Account Abstraction, an overview


This article has been produced for, and is originally published by Blocksmith. We are a research, strategy and product studio providing drop-in blockchain and web3 specialism to organisations looking to create new business models, transform the way they operate and increase efficiency through the application of Blockchain technology. For more information or to get in touch with their team, visit their website at Blocksmith

User experience is arguably at the very core of product growth. May this be one buying a car, choosing a donut to eat, booking a hotel, or registering for a blockchain wallet.

In the digital space, or generally, anything dematerialized, all users have to consider and be considering is their product experience. While the internet as a concept and the implication of its underlying technologies and product is still somewhat difficult to grasp for most of us (let’s propose that our generation have yet to discover what an internet-enabled data-gatherer warmonger waging international armed conflicts looks like), the navigation of the blockchain space may be ever more daunting for most. Where the benefits of such a technology are tremendous, should anyone be able to interact with Web 3.0 infrastructure, without being “crypto-native”, having bitcoins, or knowing anything about blockchain altogether?

The main difficulty with blockchain is developing a full understanding of how blockchain works, core mechanics and expressions of blockchain transactions rules, how to get started with blockchain interaction through managing an Externally Own Account (EOA), currency buy and conversion, what blockchain to choose, what coins to buy, non native token, ecosystem bridges, et more. This represents several friction points for its adoption.

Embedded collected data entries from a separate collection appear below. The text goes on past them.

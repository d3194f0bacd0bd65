"""Errors raised by the service layer itself (the app maps each to its HTTP status)."""

from __future__ import annotations


class PayloadTooLargeError(Exception):
    """A request over one of the size limits (answered with 413)."""

    def __init__(self, detail: str, field: str | None = None) -> None:
        super().__init__(detail)
        self.field = field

That’s precisely what crypto-engineers have been working on. Where the fund custody simplification has been on the table for a while now (from 2017 onwards, with Ethereum Improvement Proposals (EIP) such as EIP-2938 and EIP-3074, which haven’t (due to implementation paradigm or circumstances?) found much traction but most controversy), some proposal recently got adopted by the blockchain Ethereum, which could represent a conceptual paradigm shift for the crypto-space: The EIP-4337, or “Smart contract wallets”, or again “do it without consensus layer changes”, or as most love to phrase it: “The key to crypto mass adoption”.

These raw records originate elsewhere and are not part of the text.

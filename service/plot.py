"""The PNG plot of a model's mixture weights (``mixroute drift --plot``, ``mixroute demo --plot``).

The x axis is each history row's ``time``: the wall-clock time its version was written, which
only grows, so a rollback draws a jump (marked, with the snapshot it restored and whether the
stream is replayed) and never a line back over itself. The lines are steps (a version's weights
hold until the next version), as on the dashboard. One line per group id, over the rows
where that group existed (a gap where it did not), named as the dashboard names it: the
group's label by id, "group N" without one. Drift alerts (diamonds at the top), births, merges
and retirements (circles under them), snapshots (ticks on the axis) and rollbacks (a solid line
with its text) are drawn in the dashboard's colours, read from the one palette both use
(``service/static/palette.json``).

matplotlib is imported only when a figure is drawn (it is the ``plot`` extra).
"""

from __future__ import annotations

import json
import math
from collections.abc import Callable, Sequence
from dataclasses import dataclass, field
from datetime import datetime, tzinfo
from functools import cache
from pathlib import Path
from typing import TYPE_CHECKING, Any

if TYPE_CHECKING:
    from matplotlib.figure import Figure

PALETTE_PATH = Path(__file__).resolve().parent / "static" / "palette.json"

# what a group event's kind is called in the legend (the kinds of mixture.lifecycle)
EVENT_WORDS = {"birth": "group born", "merge": "groups merged", "retire": "group retired"}

# a marker outside the history's time range by more than this share of it is left out (the
# dashboard's rule too): an alert a minute after the last row is still shown, at the edge
EDGE_SHARE = 0.02

Getter = Callable[..., Any]  # get(path, params={...}) -> the decoded JSON body


class PlotError(Exception):
    """Nothing to plot, or no matplotlib to plot with (the message says what to do)."""


@cache
def palette() -> dict[str, Any]:
    """The chart colours shared with the dashboard: ``groups`` (a list) and ``marks`` (by
    marker kind), from ``service/static/palette.json``."""
    with PALETTE_PATH.open(encoding="utf-8") as handle:
        data = json.load(handle)
    return {"groups": list(data["groups"]), "marks": dict(data["marks"])}


def group_colour(group: int) -> str:
    """The colour of group id ``group`` (the dashboard's ``colour(group)``)."""
    colours = palette()["groups"]
    return str(colours[group % len(colours)])


def group_name(group: int, labels: dict[int, str]) -> str:
    """``"3 · harbour desk"`` for a labelled group, ``"group 3"`` otherwise (as the dashboard)."""
    label = labels.get(group)
    return f"{group} · {label}" if label else f"group {group}"


@dataclass(frozen=True)
class PlotInputs:
    """What the plot draws, as the API answers it (JSON dicts).

    ``rows`` are drift-history rows, oldest first; ``labels`` maps group id to label;
    ``alerts``, ``snapshots`` and ``events`` are the API's lists (any order).
    """

    rows: list[dict[str, Any]]
    labels: dict[int, str] = field(default_factory=dict)
    alerts: list[dict[str, Any]] = field(default_factory=list)
    snapshots: list[dict[str, Any]] = field(default_factory=list)
    events: list[dict[str, Any]] = field(default_factory=list)


def fetch_plot_inputs(
    get: Getter,
    model: str,
    rows: Sequence[dict[str, Any]] | None = None,
    history_limit: int = 2000,
) -> PlotInputs:
    """Read what the plot needs from the API: history (unless ``rows`` are given), labels,
    alerts, snapshots and group events.

    Labels are the current groups' and those of groups merged into them (``merged_labels``); a
    retired group's line is "group N" (the API lists current groups only).

    Parameters
    ----------
    get : callable
        ``get(path, params={...})`` returning the JSON body (the command line's ``ApiClient.get``).
    model : str
        The model's name.
    rows : sequence of dict, optional
        History rows already read (the drift command's); read here when None.
    history_limit : int
        Newest history rows read when ``rows`` is None.
    """
    base = f"/models/{model}"
    if rows is None:
        rows = get(f"{base}/drift/history", params={"limit": history_limit})["rows"]
    groups = get(f"{base}/groups", params={"top": 1})["groups"]
    labels = {int(g["group"]): str(g["label"]) for g in groups if g.get("label")}
    # a group merged away keeps its line in the history: its label is the survivor's record
    for group in groups:
        for gone in group.get("merged_labels") or []:
            if gone.get("label") and int(gone["group"]) not in labels:
                labels[int(gone["group"])] = str(gone["label"])
    return PlotInputs(
        rows=list(rows),
        labels=labels,
        alerts=get(f"{base}/drift/alerts", params={"count": 500})["alerts"],
        snapshots=get(f"{base}/snapshots")["snapshots"],
        events=get(f"{base}/events", params={"limit": 500})["events"],
    )


def _row_ids(row: dict[str, Any]) -> list[int]:
    """Group id of each weight of a history row (rows written before ids: 0..K-1)."""
    ids = row.get("group_ids")
    return [int(g) for g in ids] if ids is not None else list(range(len(row["weights"])))


def rollback_text(row: dict[str, Any]) -> str:
    """What a rollback's marker says (the dashboard's hover text has the same words)."""
    replay = "on" if row.get("replay") else "off"
    return f"rolled back to snapshot {row.get('snapshot_id')}, replay {replay}"


def weights_figure(inputs: PlotInputs, title: str, tz: tzinfo | None = None) -> Figure:
    """The weights plot as a matplotlib figure (not yet written anywhere).

    Parameters
    ----------
    inputs : PlotInputs
        History rows and markers.
    title : str
        The figure's title.
    tz : tzinfo, optional
        Time zone of the axis (default: this machine's local zone).

    Raises
    ------
    PlotError
        Without history rows, or without matplotlib.
    """
    try:
        import matplotlib

        matplotlib.use("Agg")
        import matplotlib.dates as mdates
        from matplotlib.figure import Figure
    except ImportError:
        raise PlotError("--plot needs matplotlib: pip install 'mixroute[plot]'") from None
    rows = inputs.rows
    if not rows:
        raise PlotError("no drift history to plot yet: the model has not written a checkpoint")
    zone = tz or datetime.now().astimezone().tzinfo
    times = [float(row["time"]) for row in rows]
    t0, t1 = times[0], times[-1]
    span = max(t1 - t0, 1e-6)

    def when(seconds: float) -> datetime:
        return datetime.fromtimestamp(seconds, zone)

    def inside(seconds: float) -> bool:
        return t0 - span * EDGE_SHARE <= seconds <= t1 + span * EDGE_SHARE

    def clamp(seconds: float) -> datetime:
        return when(min(max(seconds, t0), t1))

    x = [when(t) for t in times]
    colours = palette()["marks"]
    fig = Figure(figsize=(10, 4.8), layout="constrained")
    ax = fig.add_subplot()

    # one line per group id; NaN where the group did not exist breaks the line there
    ids: list[int] = []
    for row in rows:
        ids.extend(g for g in _row_ids(row) if g not in ids)
    top = 0.0
    for group in ids:
        weights = []
        for row in rows:
            at = _row_ids(row)
            weights.append(float(row["weights"][at.index(group)]) if group in at else math.nan)
        top = max([top, *(w for w in weights if not math.isnan(w))])
        (line,) = ax.plot(
            x,
            weights,
            color=group_colour(group),
            linewidth=1.8,
            drawstyle="steps-post",  # a version's weights hold until the next version
            label=group_name(group, inputs.labels),
        )
        line.set_gid(f"group:{group}")
    ax.set_ylim(0, min(1.0, max(top, 0.01) * 1.18))  # headroom for the markers at the top

    marker_axes = ax.get_xaxis_transform()  # x in data (time), y in axes fractions
    alerts = [
        a for a in inputs.alerts if not str(a["kind"]).startswith("group-") and inside(a["time"])
    ]
    if alerts:
        alert_x = [clamp(float(a["time"])) for a in alerts]
        for at in alert_x:
            ax.axvline(at, color=colours["alert"], linewidth=0.9, linestyle=(0, (4, 3)), alpha=0.8)
        (marks,) = ax.plot(
            alert_x,
            [0.97] * len(alert_x),
            "D",
            color=colours["alert"],
            markersize=6,
            transform=marker_axes,
            clip_on=False,
            linestyle="none",
            label="drift alert",
        )
        marks.set_gid("alerts")

    for kind in EVENT_WORDS:
        events = [e for e in inputs.events if e["kind"] == kind and inside(e["time"])]
        if not events:
            continue
        event_x = [clamp(float(e["time"])) for e in events]
        for at in event_x:
            ax.axvline(at, color="#6b7280", linewidth=0.8, linestyle=(0, (2, 3)))
        (marks,) = ax.plot(
            event_x,
            [0.91] * len(event_x),
            "o",
            color=colours[kind],
            markersize=6,
            markeredgecolor="white",
            transform=marker_axes,
            linestyle="none",
            label=EVENT_WORDS[kind],
        )
        marks.set_gid(f"events:{kind}")

    for kind, words in (("pre-rollback", "pre-rollback snapshot"), ("snapshot", "snapshot")):
        snaps = [
            s
            for s in inputs.snapshots
            if (s["kind"] == "pre-rollback") == (kind == "pre-rollback") and inside(s["created"])
        ]
        if not snaps:
            continue
        (marks,) = ax.plot(
            [clamp(float(s["created"])) for s in snaps],
            [0.0] * len(snaps),
            "|",
            color=colours[kind],
            markersize=14,
            markeredgewidth=2,
            transform=marker_axes,
            clip_on=False,
            linestyle="none",
            label=words,
        )
        marks.set_gid(f"snapshots:{kind}")

    rollbacks = [row for row in rows if row.get("kind") == "rollback"]
    for number, row in enumerate(rollbacks):
        at = when(float(row["time"]))
        rule = ax.axvline(
            at, color=colours["rollback"], linewidth=1.6, label="rollback" if number == 0 else None
        )
        rule.set_gid(f"rollback:{row['version']}")
        # the text on the side with room: left of a rollback in the right part of the plot
        leftwards = (float(row["time"]) - t0) / span > 0.6
        ax.annotate(
            rollback_text(row).replace(", ", "\n"),
            xy=(mdates.date2num(at), 0.84),
            xycoords=marker_axes,
            xytext=(-4 if leftwards else 4, 0),
            textcoords="offset points",
            fontsize=7.5,
            color=colours["rollback"],
            ha="right" if leftwards else "left",
            bbox={
                "boxstyle": "round,pad=0.15",
                "facecolor": "white",
                "edgecolor": "none",
                "alpha": 0.85,
            },
            va="top",
            gid=f"rollback-text:{row['version']}",
        )

    locator = mdates.AutoDateLocator(tz=zone)
    ax.xaxis.set_major_locator(locator)
    ax.xaxis.set_major_formatter(mdates.ConciseDateFormatter(locator, tz=zone))
    ax.set_xlabel(f"checkpoint time ({when(t1).tzname()})")
    ax.set_ylabel("mixture weight")
    ax.set_title(title)
    ax.grid(axis="y", color="#ece4d2")
    ax.legend(loc="upper left", bbox_to_anchor=(1.01, 1.0), fontsize="small", frameon=False)
    return fig


def write_weights_plot(inputs: PlotInputs, path: str | Path, title: str) -> None:
    """Draw :func:`weights_figure` into a PNG file at ``path``.

    Raises
    ------
    PlotError
        Without history rows, or without matplotlib.
    """
    fig = weights_figure(inputs, title)
    fig.savefig(path, dpi=100)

To understand what Account Abstraction means, let’s have a look at the taxonomy:

Account

What is a blockchain Account? Think of a blockchain account as a digital entity that holds some cryptocurrency funds. An account is defined by the following combination of elements: A public key (like account number?), A private key (the password you use to gain access to the account data and resources), An address ( derivative of the public key ), which is an identifier: the location of the account on a given blockchain, A nonce, or pseudo-random number for various utilities, A balance, that is an amount not null of cryptocurrency. ( a minimum required to interact with the blockchain due to interaction costs (gas)). These criterias create a blockchain identity that may initiate transactions on a given ledger. Note: A concept is important here: The Signer, and the Account. The Signer is an entity authorised to transact, that is interact, and spend funds on a given blockchain, represented by a combination of public and private keys. This is different from and Account, an entity holding the funds, where the capital rests.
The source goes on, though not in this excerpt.